Eating a nourishing breakfast helps rev up your metabolism and stabilizes blood sugar, giving you an extra energy boost throughout the day. According to a study by the American Journal of Clinical Nutrition, people who eat breakfast are more physically active in the morning compared to those who do not eat breakfast.

When you eat breakfast every day, you are more likely to maintain weight loss and less likely to overeat throughout the day.
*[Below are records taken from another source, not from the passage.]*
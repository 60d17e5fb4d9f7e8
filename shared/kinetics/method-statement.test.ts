import { describe, expect, it } from 'vitest';
import { analyseDataset } from './analyse-dataset.ts';
import { OUTLIER_FAMILY_ALPHA } from './order/bonferroni-outlier-test.ts';
import {
  DECISIVE_ORDER_EVIDENCE,
  MAX_WRONG_ORDER_RATE_PER_CELL,
  MIN_FRACTION_REACTED,
  ORDER_CONSISTENCY_ALPHA,
  SYSTEMATIC_MISFIT_ALPHA,
} from './order/order-decision-thresholds.ts';
import type { Series } from './types.ts';
import { ENGINE_VERSION } from './version.ts';

// N2O5 in CCl4 at 45 °C (Eyring & Daniels 1930; docs/methods.md#worked-examples), one point excluded.
const series: Series = {
  id: 'N2O5',
  timeUnit: 's',
  valueUnit: 'mol/L',
  observations: [
    [0, 2.33],
    [184, 2.08],
    [319, 1.91],
    [526, 1.67],
    [867, 1.36],
    [1198, 1.11],
    [1877, 0.72],
    [2315, 0.55],
    [3144, 0.34],
  ].map(([time, value], index) => ({
    time: time as number,
    value: value as number,
    source: { row: index + 2, cell: `Sheet1!B${index + 2}` },
    ...(index === 3 ? { excluded: { reason: 'vial cracked before analysis' } } : {}),
  })),
};

describe('methodStatement', () => {
  it('lists the data used and every exclusion with its reason and cell', () => {
    const statement = analyseDataset([series]).methodStatement;
    expect(statement.data.pointsUsed).toBe(8);
    expect(statement.data.excludedPoints).toEqual([
      { seriesId: 'N2O5', time: 526, value: 1.67, reason: 'vial cracked before analysis', cell: 'Sheet1!B5' },
    ]);
    expect(statement.text).toMatch(
      /^Data\. 1 series, 8 points used; 1 excluded: N2O5 at time 526 \(value 1\.67, Sheet1!B5\): vial cracked before analysis\./,
    );
  });

  it('quotes the engine thresholds and version, so the text cannot drift from the code', () => {
    const statement = analyseDataset([series]).methodStatement;
    expect(statement.engineVersion).toBe(ENGINE_VERSION);
    expect(statement.orderSelection.thresholds).toMatchObject({
      minFractionReacted: MIN_FRACTION_REACTED,
      decisiveOrderEvidence: DECISIVE_ORDER_EVIDENCE,
      orderConsistencyAlpha: ORDER_CONSISTENCY_ALPHA,
    });
    expect(statement.orderSelection.rule).toContain(`is at least ${DECISIVE_ORDER_EVIDENCE}`);
    expect(statement.orderSelection.rule).toContain(
      `at least ${MIN_FRACTION_REACTED * 100} % of the initial value has reacted`,
    );
    expect(statement.orderSelection.rule).toContain(
      `does not reject it at ${ORDER_CONSISTENCY_ALPHA}, and the runs test on its residuals does not reject at ${SYSTEMATIC_MISFIT_ALPHA}`,
    );
    expect(statement.orderSelection.rule).toContain(
      `a wrong order is named in at most ${MAX_WRONG_ORDER_RATE_PER_CELL * 100} % of series in every combination of fraction reacted and noise`,
    );
    expect(statement.orderSelection.thresholds.outlierFamilyAlpha).toBe(OUTLIER_FAMILY_ALPHA);
    expect(statement.intervals).toContain(
      `Bonferroni-corrected two-sided t quantile t(1 − ${OUTLIER_FAMILY_ALPHA}/(2N); N − p − 1), for N points and p fitted parameters, are flagged as possible outliers (family-wise level ${OUTLIER_FAMILY_ALPHA * 100} % per series)`,
    );
    expect(statement.text).toContain(`Rateledger kinetics engine ${ENGINE_VERSION}.`);
    expect(statement.text).toContain('Two-sided 95 % intervals');
    expect(statement.temperature).toBeNull();
    expect(statement.shelfLife).toBeNull();
  });

  it('states an analyst-fixed order, the error model used, the confidence level and the Q1E rule', () => {
    const statement = analyseDataset([series], {
      order: 1,
      errorModel: 'proportional',
      confidenceLevel: 0.9,
      lowerLimit: 0.5,
    }).methodStatement;
    expect(statement.orderSelection.source).toBe('analyst');
    expect(statement.orderSelection.rule).toMatch(/^Fixed by the analyst at first order/);
    expect(statement.errorModel).toMatchObject({
      requested: 'proportional',
      perSeries: [{ id: 'N2O5', errorModel: 'proportional' }],
    });
    expect(statement.text).toContain('Two-sided 90 % intervals');
    // ICH Q1E App. B.2 / Q1A(R2) 2.2.9: poolability at significance 0.25 (docs/methods.md#batch-poolability).
    expect(statement.shelfLife).toContain('significance 0.25');
    expect(statement.shelfLife).toContain('regressed on ln(value) (the analyst fixed first order)');
  });

  it('states the Q1E declaration, the branch and every assumption of the proposal (ICH Q1E §2.2, Appendix A)', () => {
    // Invented long-term data: three batches over 9 months at 25 °C, a slow linear loss.
    const batches: Series[] = [100.2, 100.0, 100.4].map((start, index) => ({
      id: `PL-250${index + 1}`,
      batch: `PL-250${index + 1}`,
      temperatureC: 25,
      timeUnit: 'month',
      valueUnit: '% of label claim',
      observations: [0, 3, 6, 9].map((time, i) => ({
        time,
        value: start - 0.137 * time + [0.1, -0.1, 0.05, -0.05][(i + index) % 4]!,
      })),
    }));
    const unstated = analyseDataset(batches, { lowerLimit: 95, storageTemperatureC: 25 }).methodStatement;
    expect(unstated.shelfLifeProposal).toContain(
      'Declared by the study: storage not stated; long-term 25 °C',
    );
    expect(unstated.shelfLifeProposal).toMatch(
      /Assumptions: Storage category .* not stated: no extrapolation/,
    );
    expect(unstated.text).toContain('Shelf-life proposal. ');
    expect(unstated.references).toContain(
      'ICH Q1E Evaluation of Stability Data (2003), §2.3–2.5 and Appendix A (extrapolation)',
    );
    const stated = analyseDataset(batches, {
      lowerLimit: 95,
      storageTemperatureC: 25,
      q1e: { storage: 'room-temperature', acceleratedChange: 'none', supportingData: 'yes' },
    }).methodStatement;
    expect(stated.shelfLifeProposal).toMatch(/Proposed: 18 months, the allowance rounded down/);
    expect(stated.shelfLifeProposal).toContain('(ICH Q1E §2.4.1.2.2)');
    expect(stated.shelfLifeProposal).toContain('Assumptions: Little or no change and variability not stated');
  });
});
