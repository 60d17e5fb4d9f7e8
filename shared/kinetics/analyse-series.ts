import { collectWarnings } from './derived/analysis-warnings.ts';
import { finiteOnly } from './derived/finite-only.ts';
import { type DerivedFigure, derivedFigure, modelSummary } from './derived/model-summary.ts';
import { type PredictedValue, predictedValue } from './derived/predicted-value.ts';
import { negativeValueReason, refuseFixedOrderWithNegativeValue } from './negative-values.ts';
import { KineticsError } from './numeric/kinetics-error.ts';
import { chooseErrorModel, type ErrorModelChoice } from './order/choose-error-model.ts';
import { fitRateLaw, type RateLawFit, type RateLawModel } from './order/fit-rate-law.ts';
import { linearisedFits } from './order/linearised-fits.ts';
import { prepareSeries } from './order/prepare-series.ts';
import { residualDiagnostics } from './order/residual-diagnostics.ts';
import { type ModelFits, type OrderSelection, selectOrder } from './order/select-order.ts';
import { startingValues } from './order/starting-values.ts';
import { plausibleLawFigures } from './plausible-law-figures.ts';
import type { SeriesAnalysis, SeriesOptions } from './series-analysis.ts';
import {
  analysisInOriginalUnits,
  predictionsInOriginalUnits,
  scaledOptions,
  seriesScaling,
} from './series-scaling.ts';
import type { ErrorModel, IntegerOrder, Series } from './types.ts';

/**
 * Analyses one degradation series: linearised plots, nonlinear fits of the integrated rate laws of order
 * 0, 1, 2 and a free order n, the order decision (which abstains when the evidence is thin), the rate
 * constant with its interval, half-life, t90, time to specification limits, predicted values, residual
 * diagnostics and warnings — as one JSON-serialisable object (no NaN or Infinity; null = not estimable).
 *
 * Convention: −dC/dt = k·Cⁿ (k > 0 for a falling value; unit valueUnit^(1−n)/timeUnit). Steps: prepare the
 * points (`prepare-series.ts`); fit the straight-line plots (`linearised-fits.ts`); choose the error model
 * (`choose-error-model.ts`) unless the caller fixes it; fit the four laws on the original scale
 * (`fit-rate-law.ts`); decide the order (`select-order.ts`); report the derived figures of the named order,
 * or of the analyst's order when `options.order` is set (as is done in ICH shelf-life work), else none.
 *
 * Reference: docs/methods.md (method, laws and sources); each step's file names its own sources.
 *
 * Throws `KineticsError`: 'too-few-points' (fewer than 3 usable points), 'single-time' (all at one time),
 * 'invalid-input' (non-finite numbers, confidence level outside (0, 1), exclusion without reason),
 * 'non-positive-value' (caller asked for proportional error with a value ≤ 0). A law that cannot be fitted
 * is reported as not applicable with its reason instead.
 *
 * Example: the N2O5 series of Eyring & Daniels (1930; docs/methods.md#worked-examples) gives
 * selectedOrder 1, k = 6.213e-4 1/s, half-life 1116 s.
 */

export type { AnalysisWarning, SeriesAnalysis, SeriesOptions } from './series-analysis.ts';

const MODELS: readonly RateLawModel[] = [0, 1, 2, 'n'];

export function analyseSeries(series: Series, options: SeriesOptions = {}): SeriesAnalysis {
  return analyse(series, options, undefined).analysis;
}

/**
 * The mean-curve band of a series' chosen law (the reported order, else the best integer order by
 * AICc) at `points` even times across the observed span, computed from the analysis' own fit
 * (issue 16): the same numbers as analysing the series again with that order fixed and
 * `predictAt` on the grid, since fixing the order changes no fit. Null where that second analysis
 * would refuse (a fixed order 1 or 2 with a negative value) or the series names no order;
 * `predictions` is empty where the chosen law could not be fitted.
 */
export interface FirstFitBand {
  order: IntegerOrder;
  predictions: PredictedValue[];
}

/** `analyseSeries`, and the band of its chosen law from the same fit (see `FirstFitBand`). */
export function analyseSeriesWithBand(
  series: Series,
  options: SeriesOptions,
  bandPoints: number,
): { analysis: SeriesAnalysis; band: FirstFitBand | null } {
  return analyse(series, options, bandPoints);
}

function analyse(
  series: Series,
  options: SeriesOptions,
  bandPoints: number | undefined,
): { analysis: SeriesAnalysis; band: FirstFitBand | null } {
  const confidenceLevel = options.confidenceLevel ?? 0.95;
  if (!(confidenceLevel > 0 && confidenceLevel < 1)) {
    throw new KineticsError(
      'invalid-input',
      `The confidence level must lie between 0 and 1; got ${confidenceLevel}.`,
    );
  }
  for (const [name, value] of [
    ['lowerLimit', options.lowerLimit],
    ['upperLimit', options.upperLimit],
    ...(options.predictAt ?? []).map((time) => ['predictAt', time] as const),
  ] as const) {
    if (value !== undefined && !Number.isFinite(value)) {
      throw new KineticsError('invalid-input', `${name} must be a finite number; got ${value}.`, {
        name,
        value,
      });
    }
  }
  const prepared = prepareSeries(series);
  refuseFixedOrderWithNegativeValue(series.id, options.order, prepared.values, prepared.labelOf);
  const negative = (model: 1 | 2 | 'n') => negativeValueReason(model, prepared.values, prepared.labelOf);
  // Extreme magnitudes are fitted divided by powers of two and mapped back (series-scaling.ts).
  const scaling = seriesScaling(prepared.times, prepared.values);
  const times = Float64Array.from(prepared.times, (time) => time / scaling.time);
  const values = Float64Array.from(prepared.values, (value) => value / scaling.value);
  const unscaledOptions = options;
  options = scaledOptions(options, scaling);
  const pointCount = times.length;
  const lastTime = times[pointCount - 1]!;
  let largestValue = values[0]!;
  for (const value of values) if (value > largestValue) largestValue = value;
  const linearised = linearisedFits(times, values, prepared.labelOf);
  const allPositive = values.every((value) => value > 0);

  const fits: (RateLawFit | null)[] = [null, null, null, null];
  const failures: (string | undefined)[] = [undefined, undefined, undefined, undefined];
  const fitIntegers = (errorModel: ErrorModel): void => {
    for (const order of [0, 1, 2] as IntegerOrder[]) {
      const refused = order === 0 ? null : negative(order);
      if (refused !== null) {
        failures[order] = refused;
        continue;
      }
      const start = startingValues(order, linearised, largestValue);
      [fits[order], failures[order]] = attempt(() => fitRateLaw(order, times, values, errorModel, start));
    }
  };
  const requested = options.errorModel ?? 'auto';
  let errorModelChoice: ErrorModelChoice;
  if (requested === 'auto') {
    fitIntegers('constant');
    const bestConstant = lowestRss(fits);
    const proportional =
      bestConstant === null || !allPositive
        ? null
        : attempt(() =>
            fitRateLaw(bestConstant.model, times, values, 'proportional', {
              initialValue: bestConstant.initialValue,
              rateConstant: bestConstant.rateConstant,
            }),
          )[0];
    errorModelChoice =
      bestConstant === null
        ? { ...chooseErrorModel(fits[0]!, null), reason: 'no law could be fitted' }
        : chooseErrorModel(bestConstant, proportional);
    if (!allPositive)
      errorModelChoice.reason = 'some values are not positive, so only constant error can be fitted';
    if (errorModelChoice.errorModel === 'proportional' && bestConstant !== null && proportional !== null) {
      // Refit the other laws on the log scale from their constant-error answers; the best one is already done.
      for (const order of [0, 1, 2] as IntegerOrder[]) {
        const constantFit = fits[order] ?? null;
        if (order === bestConstant.model) {
          fits[order] = proportional;
          continue;
        }
        const start =
          constantFit === null
            ? startingValues(order, linearised, largestValue)
            : { initialValue: constantFit.initialValue, rateConstant: constantFit.rateConstant };
        [fits[order], failures[order]] = attempt(() =>
          fitRateLaw(order, times, values, 'proportional', start),
        );
      }
    }
  } else {
    if (requested === 'proportional' && !allPositive) {
      const index = values.findIndex((value) => !(value > 0));
      throw new KineticsError(
        'non-positive-value',
        `Proportional error is fitted on ln(value), but ${prepared.labelOf(index)} has value ${prepared.values[index]}.`,
        { id: series.id, index, value: prepared.values[index] },
      );
    }
    fitIntegers(requested);
    errorModelChoice = {
      errorModel: requested,
      source: 'caller',
      logLikelihoodConstant: null,
      logLikelihoodProportional: null,
      reason: 'set by the caller',
    };
  }
  const errorModel = errorModelChoice.errorModel;
  const bestInteger = lowestRss(fits);
  if (negative('n') !== null) {
    failures[3] = negative('n')!;
  } else if (bestInteger !== null && bestInteger.rateConstant <= 0) {
    // The values do not fall (a degradation product, water): the rate laws describe a loss, and
    // the free order of a rising series has no meaning — from a start near zero its fit drifts
    // towards C0 → 0 and runs to the iteration limit. Not fitted; the integer orders still are.
    failures[3] = 'the values do not fall over time, so the free order n, a law of loss, is not fitted';
  } else if (bestInteger !== null) {
    [fits[3], failures[3]] = attempt(() =>
      fitRateLaw('n', times, values, errorModel, {
        initialValue: bestInteger.initialValue,
        rateConstant: bestInteger.rateConstant,
        n: bestInteger.n,
      }),
    );
  } else {
    failures[3] = 'no integer-order law could be fitted to start from';
  }

  const selection = selectOrder(
    fits as unknown as ModelFits,
    times,
    values,
    confidenceLevel,
    series.valueUnit,
  );
  const units = { valueUnit: series.valueUnit, timeUnit: series.timeUnit };
  const models = MODELS.map((model, index) =>
    modelSummary(
      model,
      fits[index]!,
      failures[index],
      selection.aicc[index]!,
      selection.weights[index]!,
      units,
      confidenceLevel,
      lastTime,
    ),
  );

  // The study's working order stands in only where the data name none (issue 12 §3).
  const useWorkingOrder =
    options.order === undefined && selection.selectedOrder === null && options.workingOrder !== undefined;
  const orderSource = options.order !== undefined ? 'analyst' : useWorkingOrder ? 'study' : 'data';
  const reportedOrder =
    options.order ?? (useWorkingOrder ? options.workingOrder!.order : selection.selectedOrder);
  const reportedFit = reportedOrder === null ? null : fits[reportedOrder]!;
  const diagnosticFit =
    reportedFit ?? (selection.bestIntegerOrder === null ? null : fits[selection.bestIntegerOrder]!);
  const diagnostics = diagnosticFit === null ? null : residualDiagnostics(diagnosticFit, times, values);
  const figure = (level: { fractionRemaining: number } | { value: number }): DerivedFigure | null =>
    reportedFit === null
      ? null
      : derivedFigure(reportedFit, level, confidenceLevel, series.timeUnit, lastTime);

  const analysis: SeriesAnalysis = {
    id: series.id,
    timeUnit: series.timeUnit,
    valueUnit: series.valueUnit,
    n: pointCount,
    timeSpan: [times[0]!, lastTime],
    excluded: prepared.excluded,
    selectedOrder: reportedOrder,
    orderSource,
    verdict:
      orderSource === 'analyst'
        ? `Order fixed by the analyst: ${['zero', 'first', 'second'][options.order!]} order. What the data alone say: ${selection.verdict}`
        : orderSource === 'study'
          ? `Working order from the study: ${['zero', 'first', 'second'][reportedOrder!]} order (${options.workingOrder!.reason}), used because the data do not name one. What the data alone say: ${selection.verdict}`
          : selection.verdict,
    errorModel,
    errorModelChoice,
    fractionReacted: selection.fractionReacted,
    halfLivesCovered: selection.halfLivesCovered,
    models,
    linearized: linearised,
    selection: withoutVerdict(selection),
    reportedOrder,
    halfLife: figure({ fractionRemaining: 0.5 }),
    t90: figure({ fractionRemaining: 0.9 }),
    diagnostics,
    warnings: [],
    confidenceLevel,
  };
  if (orderSource === 'study') analysis.workingOrderReason = options.workingOrder!.reason;
  if (selection.selectedOrder === null) {
    analysis.plausible = plausibleLawFigures(
      models,
      fits,
      options,
      series.timeUnit,
      lastTime,
      confidenceLevel,
    );
  }
  if (reportedOrder === null) {
    analysis.derivedReason =
      'no order is named, so no single half-life or t90 is reported; each plausible law’s figures and the model averages are under plausible';
  } else if (reportedFit === null) {
    analysis.derivedReason = `the ${['zero', 'first', 'second'][reportedOrder]}-order law could not be fitted: ${failures[reportedOrder]}`;
  }
  if (options.lowerLimit !== undefined || options.upperLimit !== undefined) {
    analysis.timeToLimit = {};
    if (options.lowerLimit !== undefined) analysis.timeToLimit.lower = figure({ value: options.lowerLimit });
    if (options.upperLimit !== undefined) analysis.timeToLimit.upper = figure({ value: options.upperLimit });
  }
  if (options.predictAt !== undefined && reportedFit !== null) {
    analysis.predictions = options.predictAt.map((time) =>
      predictedValue(reportedFit, time, confidenceLevel),
    );
  }
  const original = analysisInOriginalUnits(analysis, fits, scaling);
  original.warnings = collectWarnings(original, selection, fits, unscaledOptions);
  const result = finiteOnly(original, original.diagnostics?.points);
  if (bandPoints === undefined) return { analysis: result, band: null };
  const bandOrder = result.reportedOrder ?? result.selection.bestIntegerOrder;
  if (
    bandOrder === null ||
    bandOrder === undefined ||
    negativeValueReason(bandOrder, prepared.values, prepared.labelOf) !== null
  )
    return { analysis: result, band: null };
  const [start, end] = result.timeSpan;
  const grid = Array.from({ length: bandPoints }, (_, i) => start + ((end - start) * i) / (bandPoints - 1));
  const bandFit = fits[bandOrder];
  const scaledGrid = scaledOptions({ predictAt: grid }, scaling).predictAt!;
  const predictions =
    bandFit === null || bandFit === undefined
      ? []
      : predictionsInOriginalUnits(
          scaledGrid.map((time) => predictedValue(bandFit, time, confidenceLevel)),
          scaling,
        );
  return { analysis: result, band: { order: bandOrder, predictions: finiteOnly(predictions, null) } };
}

function attempt(runFit: () => RateLawFit): [RateLawFit | null, string | undefined] {
  try {
    return [runFit(), undefined];
  } catch (error) {
    if (error instanceof KineticsError) return [null, error.message];
    throw error;
  }
}

function lowestRss(fits: readonly (RateLawFit | null)[]): RateLawFit | null {
  let best: RateLawFit | null = null;
  for (const fit of fits.slice(0, 3)) {
    if (fit !== null && (best === null || fit.residualSumOfSquares < best.residualSumOfSquares)) best = fit;
  }
  return best;
}

function withoutVerdict(selection: OrderSelection): SeriesAnalysis['selection'] {
  const { verdict: _verdict, selectedOrder: _selected, ...rest } = selection;
  return rest;
}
If you starve yourself in the morning and throughout the day, you are more likely to feel hungry in the evening and crave sweets.

Why is breakfast the most important meal of the day?

Eating a well-balanced breakfast means you’re more likely to consume essential vitamins, minerals, and antioxidants, and meet your daily recommended fiber intake:

      – Women – At least 25 grams of fiber per day

 

    – Men – Approximately 38 grams of fiber per day

Other health benefits:

      – Fires up your metabolism

 

      – Stabilizes blood sugar

 

      – Provides sustained energy throughout the day

 

      – Improves brain alertness

 

      – Increases attention span

 

      – Encourages healthy bowel movements

 

    – Improves overall mood

Key healthy ingredients to include in your breakfast:

Whole grains

      – oatmeal, whole wheat bread, whole grain cereal

 

Fruits

      – berries, oranges, and melon

 

Non-starchy vegetables

      – tomatoes, mushrooms, onions, and spinach

 

Protein

    – eggs, Greek yogurt, beans, nuts, and seeds

Here are 3 quick and simple breakfast ideas (under 400 calories for each recipe) that you can feel good about eating!

1. OVERNIGHT OATS
– ¾ cup old fashioned rolled oats
(with 1 cup 2% milk or milk alternative)
– 1 tablespoon raw almonds (approximately 12 almonds)
– Top with ¾ cup fresh or frozen berries
– Optional: sprinkle with cinnamon or vanilla extract

~392 calories, 52 grams of carbohydrate, 16 grams of protein, 15 grams of fat*

2. TOAST + NUT BUTTER
– 1 slice whole wheat toast (100% whole wheat / whole grain)
– 2 tablespoons nut butter (no trans fat, no salt, no added-sugar)
– 1 small banana
– Optional: sprinkle with cinnamon

~362 calories, 36 grams of carbohydrate, 19 grams of protein, 17 grams of fat*

3. GRAB and GO: YOGURT + FRUIT + NUTS
– Greek yogurt (2% or nonfat)
– Small apple sliced (or small piece of fruit)
– 2 tablespoons raw pistachios

~387 calories, 37 grams of carbohydrate, 17 grams of protein, 17 grams of fat*

*All nutrition information obtained from Calorie King.